Both the United States and Canada acknowledge the benefits of economic migration and use a system based on points that enables limited numbers of people with specialist skills to settle. In the US, the winning applicants are chosen by a lottery system.
Habib Rahman, the chief executive of the Joint Council for the Welfare of Immigrants (JCWI), described the Government's new stance last night as "very welcome".
"We know that we can't let people in just willy-nilly if they are not going to contribute to the economy but people have to realise that economic migrants can help the country," said Mr Rahman.
Claude Moraes, a Labour MEP,o and a former director of the JCWI, said the deaths of the Chinese migrants in Dover last month had forced politicians to "step back and take a wider view" of global migration issues.

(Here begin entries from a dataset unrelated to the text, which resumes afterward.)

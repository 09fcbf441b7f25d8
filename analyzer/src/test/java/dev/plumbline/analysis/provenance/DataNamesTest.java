package dev.plumbline.analysis.provenance;

import static org.junit.jupiter.api.Assertions.assertEquals;
import static org.junit.jupiter.api.Assertions.assertFalse;
import static org.junit.jupiter.api.Assertions.assertTrue;

import java.util.List;
import java.util.Optional;
import org.junit.jupiter.api.Test;

/** The named heuristic reads whole words only, and says nothing when names disagree. */
class DataNamesTest {

  @Test
  void splitsCamelCaseSnakeCaseAndPaths() {
    assertEquals(List.of("test", "iterator"), DataNames.words("testIterator"));
    assertEquals(List.of("data", "holdout", "csv"), DataNames.words("data/holdout.csv"));
    assertEquals(List.of("val", "batches"), DataNames.words("VAL_batches"));
  }

  @Test
  void heldOutRolesFromWholeWords() {
    assertEquals(Optional.of(Role.TEST), DataNames.heldOutRole(List.of("testRows")));
    assertEquals(Optional.of(Role.TEST), DataNames.heldOutRole(List.of("readings/holdout")));
    assertEquals(Optional.of(Role.VALIDATION), DataNames.heldOutRole(List.of("validationBatches")));
    assertEquals(Optional.empty(), DataNames.heldOutRole(List.of("latest", "contest")));
    assertEquals(Optional.empty(), DataNames.heldOutRole(List.of("attestation")));
  }

  @Test
  void disagreeingNamesSayNothing() {
    assertEquals(Optional.empty(), DataNames.heldOutRole(List.of("trainTestSplit")));
    assertEquals(Optional.empty(), DataNames.heldOutRole(List.of("testDir", "validationDir")));
    assertEquals(Optional.empty(), DataNames.heldOutRole(List.of("trainingRows")));
  }

  @Test
  void timeWords() {
    assertTrue(DataNames.saysTimeOrdered(List.of("hourlyReadings")));
    assertTrue(DataNames.saysTimeOrdered(List.of("sensor-timeseries")));
    assertFalse(DataNames.saysTimeOrdered(List.of("runtimeMetrics")));
    assertFalse(DataNames.saysTimeOrdered(List.of("photos", "update")));
  }
}
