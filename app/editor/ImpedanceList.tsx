// The impedance list of the editor: resonators, inductive Im Z/n, space charge (from the beam and pipe radii)
// and tables imported from CSV (importImpedanceCsv, errors by line number; a bad file changes nothing).
import { useState } from 'react';
import { importImpedanceCsv } from '../../core/collective/index.ts';
import { editField, useApp } from '../store.ts';
import { getIn } from '../paths.ts';
import { BlockIssues, NumberField, SelectField } from './Field.tsx';

const MAX_IMPEDANCES = 64;
// A harmless new model of each kind (a broad-band resonator, a small inductive term, a round pipe).
const NEW: Record<string, object> = {
  resonator: { kind: 'resonator', shuntImpedance: 5000, quality: 1, frequency: 1e9 },
  inductive: { kind: 'inductive', imZOverN: 1 },
  spaceCharge: { kind: 'spaceCharge', beamRadius: 0.01, pipeRadius: 0.05, geometry: 'onAxis' },
};
const ADD_LABEL: Record<string, string> = { resonator: 'resonator', inductive: 'inductive Im Z/n', spaceCharge: 'space charge' };
const TITLE: Record<string, string> = { resonator: 'Resonator', inductive: 'Inductive Im Z/n', spaceCharge: 'Space charge', table: 'Impedance table' };

function list(): unknown[] {
  const v = getIn(useApp.getState().draft, ['impedances']);
  return Array.isArray(v) ? v : [];
}

function Model(props: { i: number }) {
  const i = props.i;
  const P = (k: string) => ['impedances', i, k];
  const kind = String(useApp((s) => getIn(s.draft, P('kind'))));
  const rows = useApp((s) => (getIn(s.draft, P('frequency')) as unknown[] | undefined)?.length ?? 0);
  const label = useApp((s) => getIn(s.draft, P('label')));
  return (
    <fieldset className="rf-system">
      <legend>
        {TITLE[kind] ?? kind}
        <span className="row-tools">
          <button type="button" aria-label={`Remove impedance ${i + 1}`} onClick={() => editField(['impedances'], list().filter((_, k) => k !== i))}>✕</button>
        </span>
      </legend>
      {kind === 'resonator' ? (
        <>
          <NumberField path={P('shuntImpedance')} label="Shunt impedance Rs" unit="kΩ" toDisplay={1e-3} />
          <NumberField path={P('quality')} label="Quality factor Q" />
          <NumberField path={P('frequency')} label="Resonant frequency" unit="MHz" toDisplay={1e-6} />
        </>
      ) : kind === 'inductive' ? (
        <NumberField path={P('imZOverN')} label="Im Z/n" unit="Ω" hint="positive: inductive, negative: capacitive" />
      ) : kind === 'spaceCharge' ? (
        <>
          <NumberField path={P('beamRadius')} label="Beam radius a" unit="mm" toDisplay={1e3} />
          <NumberField path={P('pipeRadius')} label="Pipe radius b" unit="mm" toDisplay={1e3} />
          <SelectField path={P('geometry')} label="Geometry factor" options={[['onAxis', 'on axis: 1 + 2 ln(b/a)'], ['averaged', 'averaged: 0.5 + 2 ln(b/a)']]} />
        </>
      ) : (
        <p className="field-note">{rows} rows{label ? ` from ${String(label)}` : ''}; import a new file to replace it.</p>
      )}
    </fieldset>
  );
}

// CSV import of a Z(f) table; the convention of the file decides the sign of Im Z.
function TableImport() {
  const [convention, setConvention] = useState<'engineering' | 'physics'>('engineering');
  const [errors, setErrors] = useState<string[]>([]);
  const onFile = async (f: File | undefined) => {
    if (!f) return;
    const r = importImpedanceCsv(await f.text(), convention, f.name);
    if (!r.ok) {
      setErrors([`${f.name} was not imported; the impedances are unchanged:`, ...r.errors.map((e) => (e.line > 0 ? `line ${e.line}: ${e.message}` : e.message))]);
      return;
    }
    setErrors([]);
    editField(['impedances'], [...list(), r.table]);
  };
  return (
    <div className="csv-import">
      <label className="csv-button" title="Header example: frequency_GHz,re_Ohm,im_Ohm">
        Import Z(f) table (CSV)…
        <input type="file" id="csv-impedance" accept=".csv,text/csv,text/plain" onChange={(e) => { void onFile(e.target.files?.[0]); e.target.value = ''; }} />
      </label>
      <select id="csv-impedance-convention" value={convention} onChange={(e) => setConvention(e.target.value as 'engineering' | 'physics')} title="Sign convention of the file's Im Z">
        <option value="engineering">e^(+jωt): Im Z &gt; 0 inductive</option>
        <option value="physics">e^(−iωt): Im Z &lt; 0 inductive</option>
      </select>
      {errors.length ? <div className="block-error" role="alert" id="csv-impedance-error">{errors.map((e, i) => <div key={i}>{e}</div>)}</div> : null}
    </div>
  );
}

/** All impedance models, with add, remove and CSV import. */
export function ImpedanceList() {
  const n = useApp((s) => (getIn(s.draft, ['impedances']) as unknown[] | undefined)?.length ?? 0);
  return (
    <>
      <BlockIssues path={['impedances']} />
      {Array.from({ length: n }, (_, i) => <Model key={i} i={i} />)}
      <div className="table-tools">
        {Object.keys(NEW).map((k) => (
          <button key={k} type="button" className="small" id={'add-impedance-' + k} disabled={n >= MAX_IMPEDANCES} onClick={() => editField(['impedances'], [...list(), NEW[k]])}>
            + {ADD_LABEL[k]}
          </button>
        ))}
      </div>
      <TableImport />
    </>
  );
}
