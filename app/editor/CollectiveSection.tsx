// Editor group "Intensity and radiation": beam intensity (particles per bunch or average current, bunches), the
// impedance list, the numerics of the induced voltage, and synchrotron radiation (partition number, radiation
// integrals or the bending radius). Each block can be added and removed; absent blocks cost nothing.
import { editField, useApp } from '../store.ts';
import { getIn } from '../paths.ts';
import { NumberField } from './Field.tsx';
import { ImpedanceList } from './ImpedanceList.tsx';
import { Section } from './Section.tsx';

function Intensity() {
  const it = useApp((s) => getIn(s.draft, ['intensity'])) as { particlesPerBunch?: unknown; averageCurrent?: unknown } | undefined;
  if (!it) return <button type="button" className="add" id="add-intensity" onClick={() => editField(['intensity'], { particlesPerBunch: 1e11, bunches: 1 })}>Add beam intensity</button>;
  const byCurrent = it.averageCurrent !== undefined;
  return (
    <fieldset className="rf-system">
      <legend>
        Beam intensity
        <span className="row-tools"><button type="button" aria-label="Remove the beam intensity" onClick={() => editField(['intensity'], undefined)}>✕</button></span>
      </legend>
      <div className="field">
        <label htmlFor="f-intensity-by">Given as</label>
        <div className="field-input">
          <select id="f-intensity-by" value={byCurrent ? 'current' : 'particles'} onChange={(e) => {
            const b = getIn(useApp.getState().draft, ['intensity', 'bunches']);
            editField(['intensity'], e.target.value === 'current' ? { averageCurrent: 0.01, bunches: b ?? 1 } : { particlesPerBunch: 1e11, bunches: b ?? 1 });
          }}>
            <option value="particles">particles per bunch</option>
            <option value="current">average current</option>
          </select>
        </div>
      </div>
      {byCurrent ? <NumberField path={['intensity', 'averageCurrent']} label="Average current" unit="mA" toDisplay={1e3} /> : <NumberField path={['intensity', 'particlesPerBunch']} label="Particles per bunch" />}
      <NumberField path={['intensity', 'bunches']} label="Bunches in the ring" hint="equally spaced; must divide the main harmonic" />
    </fieldset>
  );
}

function Radiation() {
  const r = useApp((s) => getIn(s.draft, ['radiation'])) as { I2?: unknown; damping?: boolean; quantumExcitation?: boolean } | undefined;
  if (!r) return <button type="button" className="add" id="add-radiation" onClick={() => editField(['radiation'], { partitionE: 2, damping: true, quantumExcitation: true })}>Add synchrotron radiation</button>;
  const integrals = r.I2 !== undefined;
  const flag = (k: 'damping' | 'quantumExcitation', label: string) => (
    <label className="check"><input type="checkbox" id={'f-radiation-' + k} checked={r[k] !== false} onChange={(e) => editField(['radiation', k], e.target.checked)} /> {label}</label>
  );
  return (
    <fieldset className="rf-system">
      <legend>
        Synchrotron radiation
        <span className="row-tools"><button type="button" aria-label="Remove synchrotron radiation" onClick={() => editField(['radiation'], undefined)}>✕</button></span>
      </legend>
      <NumberField path={['radiation', 'partitionE']} label="Damping partition J_E" hint="J_E = 2 + D; 2 for an isomagnetic ring without gradient dipoles" />
      <div className="field">
        <label htmlFor="f-radiation-by">Lattice from</label>
        <div className="field-input">
          <select id="f-radiation-by" value={integrals ? 'integrals' : 'radius'} onChange={(e) => {
            const rho = getIn(useApp.getState().draft, ['ring', 'bendingRadius']);
            const p = typeof rho === 'number' ? rho : 10;
            editField(['radiation', 'I2'], e.target.value === 'integrals' ? Number((2 * Math.PI / p).toPrecision(6)) : undefined);
            editField(['radiation', 'I3'], e.target.value === 'integrals' ? Number((2 * Math.PI / (p * p)).toPrecision(6)) : undefined);
          }}>
            <option value="radius">the bending radius (isomagnetic)</option>
            <option value="integrals">radiation integrals I2, I3</option>
          </select>
        </div>
      </div>
      {integrals ? (
        <>
          <NumberField path={['radiation', 'I2']} label="I2 = ∮ds/ρ²" unit="1/m" />
          <NumberField path={['radiation', 'I3']} label="I3 = ∮ds/|ρ|³" unit="1/m²" />
        </>
      ) : null}
      <div className="checks">{flag('damping', 'damping')}{flag('quantumExcitation', 'quantum excitation')}</div>
      <NumberField path={['radiation', 'seed']} label="Seed of the quantum kicks" />
    </fieldset>
  );
}

/** Intensity, impedances, collective numerics and radiation. */
export function CollectiveSection() {
  const used = useApp((s) => getIn(s.draft, ['intensity']) !== undefined || ((getIn(s.draft, ['impedances']) as unknown[] | undefined)?.length ?? 0) > 0);
  return (
    <Section title="Intensity and radiation" id="collective">
      <Intensity />
      <ImpedanceList />
      {used ? (
        <fieldset className="rf-system">
          <legend>Induced-voltage numerics</legend>
          <NumberField path={['collective', 'bins']} label="Line-density bins" />
          <NumberField path={['collective', 'smoothing']} label="Smoothing (rms)" unit="bins" />
          <NumberField path={['collective', 'window']} label="Binning window" unit="ns" toDisplay={1e9} hint="0: automatic (3 × the bunch, at most one RF period)" />
          <NumberField path={['collective', 'matchIterations']} label="Matching iterations (max)" />
          <NumberField path={['collective', 'matchTolerance']} label="Matching tolerance" />
        </fieldset>
      ) : null}
      <Radiation />
      {used ? <p className="field-note">The separatrix in the phase space is that of the RF alone; the Intensity tab shows it with the beam's own field.</p> : null}
    </Section>
  );
}
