// The setup editor: groups in the order the trade thinks (ring and particle, RF, energy program, beam, run),
// with the list of problems of the draft on top. The last valid setup keeps running while any are listed.
import { formatIssue } from '../../core/setup/validate.ts';
import { useApp } from '../store.ts';
import { BeamSection, RunSection } from './BeamSection.tsx';
import { CollectiveSection } from './CollectiveSection.tsx';
import { ProgramSection } from './ProgramSection.tsx';
import { RfSection } from './RfSection.tsx';
import { EnergySection, RingSection } from './RingSection.tsx';

function Problems() {
  const issues = useApp((s) => s.issues);
  if (!issues.length) return <p className="editor-ok" id="editor-state">Setup valid: it is the one running.</p>;
  return (
    <div className="editor-problems" id="editor-state" role="alert">
      <strong>{issues.length === 1 ? '1 problem' : `${issues.length} problems`}: the last valid setup keeps running.</strong>
      <ul>
        {issues.map((i, k) => (
          <li key={k}>{formatIssue(i)}</li>
        ))}
      </ul>
    </div>
  );
}

/** The whole editor column. */
export function SetupEditor() {
  return (
    <form className="editor" aria-label="Setup" onSubmit={(e) => e.preventDefault()} autoComplete="off">
      <h2>Setup</h2>
      <Problems />
      <RingSection />
      <RfSection />
      <EnergySection />
      <ProgramSection />
      <BeamSection />
      <CollectiveSection />
      <RunSection />
    </form>
  );
}
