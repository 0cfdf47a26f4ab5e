// Editor group "Intensity and radiation": a summary of the collective and radiation blocks of the setup
// (impedance models and tables are long; they are edited in the setup file). Present only when used.
import { useApp } from '../store.ts';
import { getIn } from '../paths.ts';
import { NumberField } from './Field.tsx';
import { Section } from './Section.tsx';

function impedanceSummary(list: unknown): string {
  if (!Array.isArray(list) || list.length === 0) return 'none';
  const count = new Map<string, number>();
  for (const z of list) {
    const k = String((z as { kind?: unknown })?.kind ?? '?');
    count.set(k, (count.get(k) ?? 0) + 1);
  }
  return [...count].map(([k, n]) => (n > 1 ? `${n} × ${k}` : k)).join(', ');
}

/** Intensity, impedances and radiation, when the setup has them. */
export function CollectiveSection() {
  const intensity = useApp((s) => getIn(s.draft, ['intensity'])) as { particlesPerBunch?: number; averageCurrent?: number } | undefined;
  const impedances = useApp((s) => getIn(s.draft, ['impedances']));
  const radiation = useApp((s) => getIn(s.draft, ['radiation'])) as { damping?: boolean; quantumExcitation?: boolean } | undefined;
  if (!intensity && !radiation && !(Array.isArray(impedances) && impedances.length)) return null;
  return (
    <Section title="Intensity and radiation" id="collective">
      {intensity?.particlesPerBunch !== undefined ? <NumberField path={['intensity', 'particlesPerBunch']} label="Particles per bunch" /> : null}
      {intensity?.averageCurrent !== undefined ? <NumberField path={['intensity', 'averageCurrent']} label="Average current" unit="mA" toDisplay={1e3} /> : null}
      {intensity ? <NumberField path={['intensity', 'bunches']} label="Bunches in the ring" /> : null}
      <p className="field-note">Impedance models: {impedanceSummary(impedances)}.</p>
      {radiation ? (
        <>
          <NumberField path={['radiation', 'partitionE']} label="Damping partition J_E" />
          <p className="field-note">
            Radiation: damping {radiation.damping === false ? 'off' : 'on'}, quantum excitation {radiation.quantumExcitation === false ? 'off' : 'on'}.
          </p>
        </>
      ) : null}
      <p className="field-note">
        The separatrix drawn is that of the RF alone{intensity ? '; the induced voltage of the beam is not included' : ''}. Impedance tables
        and radiation integrals are edited in the setup file.
      </p>
    </Section>
  );
}
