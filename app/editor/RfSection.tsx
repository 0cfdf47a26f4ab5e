// Editor group "RF systems": a list of cavities (harmonic, voltage, phase, position), with add, remove and
// reorder. The first system is the main one (lowest harmonic, phase 0); validation says so if not.
import { editField, useApp } from '../store.ts';
import { getIn } from '../paths.ts';
import { BlockIssues, NumberField, SelectField } from './Field.tsx';
import { Section } from './Section.tsx';

const SLOPES: [string, string][] = [
  ['auto', 'automatic (follows the slip factor)'], ['rising', 'rising (below transition)'], ['falling', 'falling (above transition)'],
  ['timed', 'switch at a set time'],
];
const MAX_SYSTEMS = 8;

function systems(): unknown[] {
  const v = getIn(useApp.getState().draft, ['rf', 'systems']);
  return Array.isArray(v) ? v : [];
}

function move(i: number, d: number): void {
  const list = [...systems()];
  const j = i + d;
  if (j < 0 || j >= list.length) return;
  [list[i], list[j]] = [list[j], list[i]];
  editField(['rf', 'systems'], list);
}

function remove(i: number): void {
  editField(['rf', 'systems'], systems().filter((_, k) => k !== i));
}

// A new system: second harmonic of the main one at half its voltage, a common first addition.
function add(): void {
  const list = systems();
  const main = (list[0] ?? {}) as { harmonic?: unknown; voltage?: unknown };
  const h = typeof main.harmonic === 'number' ? main.harmonic : 1;
  const v = typeof main.voltage === 'number' ? main.voltage : 10e3;
  editField(['rf', 'systems'], [...list, { harmonic: 2 * h, voltage: v / 2, phase: 180, position: 0 }]);
}

/** The RF systems list. */
export function RfSection() {
  const count = useApp((s) => {
    const v = getIn(s.draft, ['rf', 'systems']);
    return Array.isArray(v) ? v.length : 0;
  });
  const timed = useApp((s) => getIn(s.draft, ['rf', 'slope']) === 'timed');
  return (
    <Section title="RF systems" id="rf">
      <BlockIssues path={['rf', 'systems']} />
      {Array.from({ length: count }, (_, i) => (
        <fieldset className="rf-system" key={i}>
          <legend>
            {i === 0 ? 'Main system' : `System ${i + 1}`}
            <span className="row-tools">
              <button type="button" title="Move up" aria-label={`Move system ${i + 1} up`} disabled={i === 0} onClick={() => move(i, -1)}>↑</button>
              <button type="button" title="Move down" aria-label={`Move system ${i + 1} down`} disabled={i === count - 1} onClick={() => move(i, 1)}>↓</button>
              <button type="button" title="Remove" aria-label={`Remove system ${i + 1}`} disabled={count === 1} onClick={() => remove(i)}>✕</button>
            </span>
          </legend>
          <NumberField path={['rf', 'systems', i, 'harmonic']} label="Harmonic number h" />
          <NumberField path={['rf', 'systems', i, 'voltage']} label="Peak voltage" unit="kV" toDisplay={1e-3} />
          <NumberField path={['rf', 'systems', i, 'phase']} label="Phase offset" unit="deg" hint="in this system's own degrees; 180 for bunch lengthening" />
          <NumberField path={['rf', 'systems', i, 'position']} label="Position around the ring" unit="of C" hint="fraction of the circumference, 0 to < 1" />
          <ProgramNote i={i} />
        </fieldset>
      ))}
      <button type="button" className="add" disabled={count >= MAX_SYSTEMS} onClick={add}>
        Add RF system
      </button>
      <SelectField
        path={['rf', 'slope']}
        label="Stable slope"
        options={SLOPES}
        onPick={(v) => {
          editField(['rf', 'slope'], v);
          // Prefilled with the time γ crosses γt when the cycle planner found one.
          const tt = useApp.getState().cycle.plan?.transitionTime ?? NaN;
          editField(['rf', 'switchTime'], v === 'timed' ? (Number.isFinite(tt) ? Number(tt.toPrecision(6)) : 0.01) : undefined);
        }}
      />
      {timed ? <NumberField path={['rf', 'switchTime']} label="Slope switch at" unit="ms" toDisplay={1e3} /> : null}
    </Section>
  );
}

// Voltage and phase programs are tables: edited under Cycle programs (ProgramSection), summarised here.
function ProgramNote(props: { i: number }) {
  const prog = useApp((s) => getIn(s.draft, ['rf', 'systems', props.i, 'program'])) as { voltage?: unknown[]; phase?: unknown[] } | undefined;
  if (!prog) return null;
  const parts = [prog.voltage ? `voltage (${prog.voltage.length} points)` : '', prog.phase ? `phase (${prog.phase.length} points)` : ''].filter(Boolean);
  return <p className="field-note">Program in time: {parts.join(', ')}; edit it under Cycle programs.</p>;
}
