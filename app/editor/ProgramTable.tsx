// An editable program table: rows of [time, value] bound to a points array of the draft. Time shows in ms,
// the value in its display unit; text that is not a number is stored as typed, so validation names it.
// Long tables (CSV imports) are shown a page at a time.
import { useEffect, useRef, useState } from 'react';
import { formatIssue } from '../../core/setup/validate.ts';
import { editField, useApp } from '../store.ts';
import { getIn, pathKey, type PathSeg } from '../paths.ts';

const PAGE_ROWS = 20;

function show(v: unknown, k: number): string {
  return typeof v === 'number' ? String(Number((v * k).toPrecision(10))) : v === undefined ? '' : String(v);
}

// One cell; keeps its text while typed, takes outside changes (import, undo of a row).
function Cell(props: { path: PathSeg[]; k: number; label: string }) {
  const value = useApp((s) => getIn(s.draft, props.path));
  const [text, setText] = useState(() => show(value, props.k));
  const written = useRef<unknown>(value);
  useEffect(() => {
    if (!Object.is(value, written.current)) {
      written.current = value;
      setText(show(value, props.k));
    }
  }, [value, props.k]);
  const bad = useApp((s) => s.issues.some((i) => i.path === pathKey(props.path)));
  return (
    <input
      type="text"
      inputMode="decimal"
      aria-label={props.label}
      aria-invalid={bad}
      className={bad ? 'bad' : ''}
      id={'f-' + props.path.join('-')}
      value={text}
      onChange={(e) => {
        const t = e.target.value;
        setText(t);
        const x = t.trim() === '' ? NaN : Number(t);
        const v = Number.isFinite(x) ? Number((x / props.k).toPrecision(15)) : t;
        written.current = v;
        editField(props.path, v);
      }}
    />
  );
}

/** Table of [time, value] points at `path`; `k` converts stored values to the shown unit. */
export function ProgramTable(props: { path: PathSeg[]; what: string; unit: string; k: number }) {
  const n = useApp((s) => {
    const v = getIn(s.draft, props.path);
    return Array.isArray(v) ? v.length : 0;
  });
  const key = pathKey(props.path);
  const issues = useApp((s) => s.issues).filter((i) => i.path === key || i.path.startsWith(key + '['));
  const [page, setPage] = useState(0);
  const pages = Math.max(1, Math.ceil(n / PAGE_ROWS));
  const p = Math.min(page, pages - 1);
  const points = () => (getIn(useApp.getState().draft, props.path) as unknown[]) ?? [];
  const add = () => {
    const pts = points();
    const last = pts[pts.length - 1] as [number, number] | undefined;
    const t = last && typeof last[0] === 'number' ? Number((last[0] * 1.1 + 1e-3).toPrecision(6)) : 1e-3;
    editField(props.path, [...pts, [t, last?.[1] ?? 0]]);
    setPage(Math.floor(pts.length / PAGE_ROWS));
  };
  const remove = (i: number) => editField(props.path, points().filter((_, j) => j !== i));
  const id = 'tbl-' + props.path.join('-');
  return (
    <div className="program-table" id={id}>
      <table>
        <thead>
          <tr><th>#</th><th>time [ms]</th><th>{props.what} [{props.unit}]</th><th /></tr>
        </thead>
        <tbody>
          {Array.from({ length: Math.min(PAGE_ROWS, n - p * PAGE_ROWS) }, (_, r) => {
            const i = p * PAGE_ROWS + r;
            return (
              <tr key={i}>
                <td className="unit">{i + 1}</td>
                <td><Cell path={[...props.path, i, 0]} k={1e3} label={`time of point ${i + 1}`} /></td>
                <td><Cell path={[...props.path, i, 1]} k={props.k} label={`${props.what} of point ${i + 1}`} /></td>
                <td><button type="button" className="small" aria-label={`Remove point ${i + 1}`} disabled={n <= 1} onClick={() => remove(i)}>✕</button></td>
              </tr>
            );
          })}
        </tbody>
      </table>
      <div className="table-tools">
        <button type="button" className="small" onClick={add} id={id + '-add'}>Add point</button>
        {pages > 1 ? (
          <span className="unit">
            <button type="button" className="small" disabled={p === 0} onClick={() => setPage(p - 1)}>‹</button> points {p * PAGE_ROWS + 1}–{Math.min(n, (p + 1) * PAGE_ROWS)} of {n}{' '}
            <button type="button" className="small" disabled={p >= pages - 1} onClick={() => setPage(p + 1)}>›</button>
          </span>
        ) : null}
      </div>
      {issues.length ? (
        <div className="block-error" role="alert" id={id + '-error'}>
          {issues.map((i, k) => <div key={k}>{formatIssue(i)}</div>)}
        </div>
      ) : null}
    </div>
  );
}
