// CSV import of a program (core/program importProgramCsv): every bad row is listed by its line number and the
// setup is left as it was; a good file goes through the caller's apply function (then validation).
import { useState } from 'react';
import { formatCsvIssue, importProgramCsv, type CsvProgram, type CsvQuantity } from '../../core/program/index.ts';

/** A file picker that reads a program table; `apply` returns an error message or null. */
export function CsvImport(props: { id: string; label: string; expect: readonly CsvQuantity[]; example: string; apply: (p: CsvProgram) => string | null }) {
  const [errors, setErrors] = useState<string[]>([]);
  const [done, setDone] = useState('');
  const onFile = async (f: File | undefined) => {
    if (!f) return;
    const r = importProgramCsv(await f.text(), props.expect);
    if (!r.ok) {
      setDone('');
      setErrors([`${f.name} was not imported; the program is unchanged:`, ...r.errors.map(formatCsvIssue)]);
      return;
    }
    const e = props.apply(r.program);
    setErrors(e ? [`${f.name} was not imported: ${e}`] : []);
    setDone(e ? '' : `${f.name}: ${r.program.points.length} points imported`);
  };
  return (
    <div className="csv-import">
      <label className="csv-button" title={`Header example: ${props.example}`}>
        {props.label}
        <input
          type="file"
          id={props.id}
          accept=".csv,text/csv,text/plain"
          onChange={(e) => {
            void onFile(e.target.files?.[0]);
            e.target.value = ''; // the same file again is a new import
          }}
        />
      </label>
      <span className="unit">header e.g. {props.example}</span>
      {done ? <div className="field-note" id={props.id + '-done'}>{done}</div> : null}
      {errors.length ? (
        <div className="block-error" role="alert" id={props.id + '-error'}>
          {errors.map((e, i) => <div key={i}>{e}</div>)}
        </div>
      ) : null}
    </div>
  );
}
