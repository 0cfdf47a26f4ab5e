// A titled, collapsible group of the setup editor.
import type { ReactNode } from 'react';

/** One group of fields, open by default. */
export function Section(props: { title: string; id: string; children: ReactNode }) {
  return (
    <details className="section" open id={'sec-' + props.id}>
      <summary>{props.title}</summary>
      <div className="section-body">{props.children}</div>
    </details>
  );
}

There was no question that Britain would be adopting an "open door" immigration policy "but we need to open some doors for skilled economic migrants," he said.
The conference today, entitled "The Fight Against Clandestine Entry Networks", has been organised by the French government. During her speech, Ms Roche will call for Europol to be given an intelligence role in tackling the criminal gangs which traffick in people.
Ms Roche will reiterate calls made by Jack Straw, the Home Secretary, last month for the 1951 Convention on Refugees to be rewritten to allow asylum claims to be made from outside the destination state and for countries to agree to accept quotas of refugees from war zones and other high-risk regions.